Dos eventos opuestos marcan el fin de semana en España: masiva concentración de María Corina Machado en Madrid y cumbre progresista en Barcelona
Madrid/Barcelona, 20 de abril de 2026 — El pasado fin de semana España fue escenario de dos eventos políticos internacionales de signo contrario que reflejaron la polarización actual en el panorama global.
En Madrid, la líder opositora venezolana y Premio Nobel de la Paz María Corina Machado reunió a miles de personas, principalmente de la diáspora venezolana, en la emblemática Puerta del Sol. Acompañada por figuras de la derecha española como la presidenta de la Comunidad de Madrid, Isabel Díaz Ayuso, Machado recibió la Medalla de Oro de Madrid y la Llave de Oro de la ciudad. Desde el balcón, la opositora pronunció un emotivo discurso en el que afirmó que “hoy comienza nuestro retorno” a Venezuela y llamó a preparar el regreso con elecciones libres y justas. La concentración se convirtió en un baño de masas con banderas venezolanas y muestras de apoyo entusiasta.
Machado, que rechazó reunirse con el presidente del Gobierno español Pedro Sánchez, mantuvo encuentros con líderes del Partido Popular (PP) y Vox, consolidando así su respaldo en los sectores de la derecha española.

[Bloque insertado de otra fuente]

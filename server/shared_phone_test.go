package server

import (
	"encoding/json"
	"strings"
	"testing"
	"time"

	"tripwell/static/chromium"
	"tripwell/store"
)

// Two people share a phone: the first comes back by PIN without a line, and what is made then is the first one's.
func TestSharedPhone_TheSecondPersonLeavesTheFirstComesBackByPINWithoutALine(t *testing.T) {
	chromium.Need(t)
	r := newRig(t, 6)
	w := newWire(t, strings.TrimPrefix(r.url, "http://"))
	p := openHandheld(t, "http://"+w.addr)
	p.signIn(r, r.crew)
	p.ready()
	p.Tap("a", "Somebody else")
	p.Type("#pin-new", "246813")
	p.Tap("button", "Keep PIN")
	p.Sees("PIN kept.")

	second := r.person("Crew 9", "crew", r.site)
	link, err := r.store.NewLink(second.ID, time.Hour) // opened on the phone somebody is signed in to
	must(t, err)
	p.visit("/in/" + link + "?next=/field")
	p.Tap("main form button", "")
	p.Sees("Entries here are made by Crew 9.")
	w.cut()
	p.Tap("a", "Somebody else")
	p.Tap("button", "Switch")
	p.Type("#pin", "111111")
	p.Tap("button", "Go on as "+r.crew.Name)
	p.Sees("This is not the PIN.")
	p.Type("#pin", "246813")
	p.Tap("button", "Go on as "+r.crew.Name)
	p.Sees("Entries here are made by " + r.crew.Name + ".")
	p.Tap("a.row", "Kiln Lane")
	p.Tap("a.row", "Outlet 1")
	p.Tap("a", "Button test")
	p.testNext()
	w.mend()
	p.visit("/field#/tray")
	p.Tap("button", "Send now")
	p.Sees("All sent")
	pulled, err := r.store.Pull(store.Scope{All: true}, r.site, "", 1000)
	must(t, err)
	found := false
	for _, one := range pulled.Records {
		var env envelope
		must(t, json.Unmarshal([]byte(one.Record), &env))
		if env.Kind == "entry.made" {
			found = true
			if env.By != r.crew.ID {
				t.Errorf("the entry is by %s, want %s, who came back by PIN", env.By, r.crew.ID)
			}
		}
	}
	if !found {
		t.Error("no entry arrived")
	}
	if got := p.Value(`new Promise((yes) => { const open = indexedDB.open("tray"); open.onsuccess = () => { const get = open.result.transaction("me").objectStore("me").get("people"); get.onsuccess = () => { yes(JSON.stringify(get.result)); open.result.close(); }; }; })`); strings.Contains(got, "246813") {
		t.Errorf("the PIN stands on the phone: %s", got)
	}
}

// The rest of a round goes from the screen of one phone into the camera of another, both without a line.
func TestRound_RestIsHandedOverByTheScreen(t *testing.T) {
	chromium.Need(t)
	r := newRig(t, 30)
	w := newWire(t, strings.TrimPrefix(r.url, "http://"))
	giver := openHandheld(t, "http://"+w.addr)
	giver.signIn(r, r.crew)
	giver.ready()
	giver.Tap("a.row", "Kiln Lane")
	w.cut()
	giver.Until("the round", `(location.hash = "#/round/KILN-LANE", document.querySelector('a[href^="#/hand/"]'))`)
	giver.Tap("a.row", "Hand over the rest")
	giver.Sees("30 outlets to hand over")
	giver.Until("the code", `document.querySelector("svg.qr path")`)
	dark := giver.code()
	giver.Tap("button", "They have it")
	giver.Sees("30 outlets handed over")

	taker := r.takerOf(w, dark)
	taker.Sees("30 outlets taken over")
	taker.Tap("a", "Begin")
	taker.Sees("Taken over (30)")
	time.Sleep(100 * time.Millisecond)
	if rows, _ := taker.JS(`document.querySelectorAll('a.row[href^="#/device/"]').length`).(float64); rows < 24 {
		t.Errorf("the list has %v outlets, want those that were handed over", rows)
	}
	taker.Tap("a.row", "Outlet 2")
	taker.Tap("a", "Button test")
	taker.testNext()
	taker.Sees("Outlet 2: saved on this phone")
}

// code is what stands on the screen as a code, row by row.
func (p *handheld) code() (dark [][]bool) {
	p.T.Helper()
	p.Until("the code", `document.querySelector("svg.qr path")`)
	must(p.T, json.Unmarshal([]byte(p.Value(`(() => { const svg = document.querySelector("svg.qr"), side = svg.viewBox.baseVal.width, rows = Array.from({ length: side }, () => Array(side).fill(false));
		for (const [, x, y] of svg.querySelector("path").getAttribute("d").matchAll(/M(\d+) (\d+)h1/g)) rows[y][x] = true; return JSON.stringify(rows); })()`)), &dark))
	return dark
}

// A round made in the office and given to one person: the rest of it goes to a colleague's phone, who walks it there without a line;
// both parts count for the round.
func TestRound_RestOfAMadeRoundIsHandedOver(t *testing.T) {
	chromium.Need(t)
	r := newRig(t, 6)
	round := newID()
	var stops []any
	for _, d := range r.devices {
		stops = append(stops, d+"/button")
	}
	r.append(store.Draft{Kind: "round.made", Log: r.site, Subject: round, Body: set{"set": set{"stops": stops, "people": []any{r.crew.ID}}}})
	w := newWire(t, strings.TrimPrefix(r.url, "http://"))
	giver := openHandheld(t, "http://"+w.addr)
	giver.signIn(r, r.crew)
	giver.ready()
	giver.Until("the round", `(location.hash = "#/round/KILN-LANE/`+round+`", document.querySelector(".go")?.innerText === "Start this round")`)
	giver.Tap(".go", "")
	giver.testNext()
	giver.sendAll()
	w.cut()
	giver.Until("the round", `(location.hash = "#/round/KILN-LANE/`+round+`", document.querySelector('a[href^="#/hand/"]'))`)
	giver.Tap("a.row", "Hand over the rest")
	giver.Sees("5 outlets to hand over")
	dark := giver.code()
	giver.Tap("button", "They have it")
	giver.Sees("5 outlets handed over")

	taker := r.takerOf(w, dark)
	taker.Sees("5 outlets taken over")
	taker.Tap("a", "Begin")
	taker.Sees("End the round with 5 left")
	taker.Tap("a.go", "Go on")
	taker.testNext()
	taker.Until("the round again", `(location.hash = "#/round/KILN-LANE/`+round+`", document.body.innerText.includes("1 done · 4 left"))`)
	w.mend()
	taker.sendAll()
	giver.Until("the round where it was given", `(location.hash = "#/round/KILN-LANE/`+round+`", document.querySelector(".go")?.innerText === "End the round")`)
	eventually(t, "both parts in the round", func() (both bool) {
		must(t, r.store.View(r.manager.Scope(), func(v *store.View) error {
			got, err := v.Round(round)
			both = err == nil && got.Counts["done"] == 2
			return err
		}))
		return both
	})
}

// takerOf is a colleague's phone that holds its camera to a code, without a line.
func (r *rig) takerOf(w *wire, code [][]bool) *handheld {
	r.t.Helper()
	w.mend()
	p := openHandheld(r.t, "http://"+w.addr, chromium.Camera(chromium.Film(r.t, code)))
	p.signIn(r, r.person("Crew 8", "crew", r.site))
	p.ready()
	w.cut()
	p.Until("the round", `(location.hash = "#/round/KILN-LANE", document.querySelector('a[href^="#/take/"]'))`)
	p.Tap("a.row", "Take over")
	return p
}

Paralelamente, en Barcelona, la izquierda internacional celebró la IV Reunión en Defensa de la Democracia y la Global Progressive Mobilisation (Movilización Progresista Global), convocadas por el presidente Pedro Sánchez junto al mandatario brasileño Luiz Inácio Lula da Silva.
El evento reunió a líderes progresistas como la presidenta de México Claudia Sheinbaum, el presidente de Colombia Gustavo Petro y otros mandatarios y representantes de más de 40 países. Con más de 5.000 asistentes en la Fira de Barcelona, los participantes debatieron estrategias para frenar el avance de la ultraderecha, defender el multilateralismo, la justicia social y hacer frente a lo que definieron como “ola reaccionaria”. Sánchez cerró el acto asegurando que “no gritan porque estén ganando, gritan porque saben que su tiempo se acaba”.
Mientras en Madrid la plaza se llenó de entusiasmo y energía popular, en Barcelona el encuentro se desarrolló en salones cerrados de un centro de convenciones, con intervenciones protocolarias y debates internos entre líderes y activistas.
Estos dos eventos simultáneos han sido interpretados por analistas como un reflejo del momento político internacional: por un lado, el fuerte respaldo popular y mediático que sigue concitando la oposición venezolana en el exilio; por otro, los esfuerzos de la izquierda mundial por reagruparse ante la pérdida de terreno electoral que experimenta en varios países del mundo en los últimos años.
El contraste entre la masiva concentración al aire libre en Puerta del Sol y la cumbre a puerta cerrada en Barcelona ha generado comentarios en redes sociales y medios, destacando las diferentes formas de conectar con la ciudadanía que exhiben ambos lados del espectro político.
Ambos actos concluyeron el sábado 18 de abril, dejando abierta la discusión sobre el rumbo que tomarán las fuerzas políticas progresistas y conservadoras en el escenario global actual.